How to Choose a Nearshoring Partner
As opposed to freelance developers and tech workers, nearshoring offers companies a strategic partnership to source teams. Nearshoring partners serve as mediators to help companies find and vet people for projects ranging from small technical fixes, product testing, or full product launch.
They also bring to the table their previous business experience and technical acumen, full remote operation capabilities, formal structure, high compliance levels, and support for the team to thrive and deliver.
When looking for nearshoring partners, companies should first identify what skills they need for the given projects. They should then approach nearshoring partners that have a deep understanding of these skills and target markets.
It’s also worthwhile if the partners have experience working with developers and engineers with complementary skill sets.
Additionally, it’s useful to see testimonials from companies in similar industries that have worked with the nearshoring partner and recommend their services. In short, look for experience and social proof.
At the same time, companies are responsible for doing their own homework and researching the locations they want to nearshore in. Being informed about the political situation, legislation for nearshoring, tech infrastructure, data capabilities, education, and quality of life in the desired areas, is useful when deciding where to invest in teams.
Opportunities and Challenges
International workers are the backbone of tech in the United States, and abruptly preventing them from accessing the country is not a sustainable option for companies. Amid the visa ban and pandemic, developers’ demand remains high – no doubt, due to companies moving online to stay afloat during quarantine measures.

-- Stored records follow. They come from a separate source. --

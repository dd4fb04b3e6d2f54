// Package balance holds oscillator physics, the vertical pattern and bench notes.
package balance
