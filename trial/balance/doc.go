// Package balance holds oscillator physics, the vertical pattern of a movement, the note for the
// adjuster's bench and the aim point of a lot. Rates are in s/d, gaining above zero; angles in degrees
// where a name says so, else in radians. What it says of causes is an opinion, never a verdict.
package balance
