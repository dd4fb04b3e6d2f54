package balance

import "math"

// NeutralAmplitude is the amplitude at which a poise error does not change the rate, radians: the
// first zero of the Bessel function J1, 219.54°. The next is SecondNeutralAmplitude, 401.96°.
const (
	NeutralAmplitude       = 3.831705970207512315614436
	SecondNeutralAmplitude = 7.015586669815618753537050
)

// AmplitudeFactor is 2 J1(φ)/φ, which scales the effect of a poise error with the amplitude φ in
// radians: 1 at rest, zero at NeutralAmplitude, least (-0.132) at 294°. First-harmonic average of
// I d²θ/dt² + k θ + m r g sin(θ + β) = 0; from memory, checked against a numeric integration of that
// equation (domain notes 4.4).
func AmplitudeFactor(amplitude float64) float64 {
	if amplitude == 0 {
		return 1
	}
	return 2 * math.J1(amplitude) / amplitude
}

// PoiseAmplitude is the size of the vertical pattern a poise error makes, s/d with its sign: 86,400
// (m r g/k) J1(φ)/φ, with the moment m·r in kg m, g in m/s², the spring's stiffness k in N m/rad and
// the amplitude φ in radians. The rate shift in one position is this times cos β, β being the angle
// of the heavy point from straight down with the balance at rest. Valid while m r g is small
// against k.
func PoiseAmplitude(moment, g, stiffness, amplitude float64) float64 {
	return secondsPerDay * moment * g / stiffness * AmplitudeFactor(amplitude) / 2
}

While Trump’s order certainly blocks access to international talent in the U.S., it actually opens the door for foreign developers with niche skills that aren’t always available locally.
As companies realize the perks associated with nearshoring, it’s likely to become a long-term model for leveraging overseas workers and markets. Nonetheless, companies need to move quickly to secure their nearshoring partner of choice and maintain business continuity for clients and stakeholders.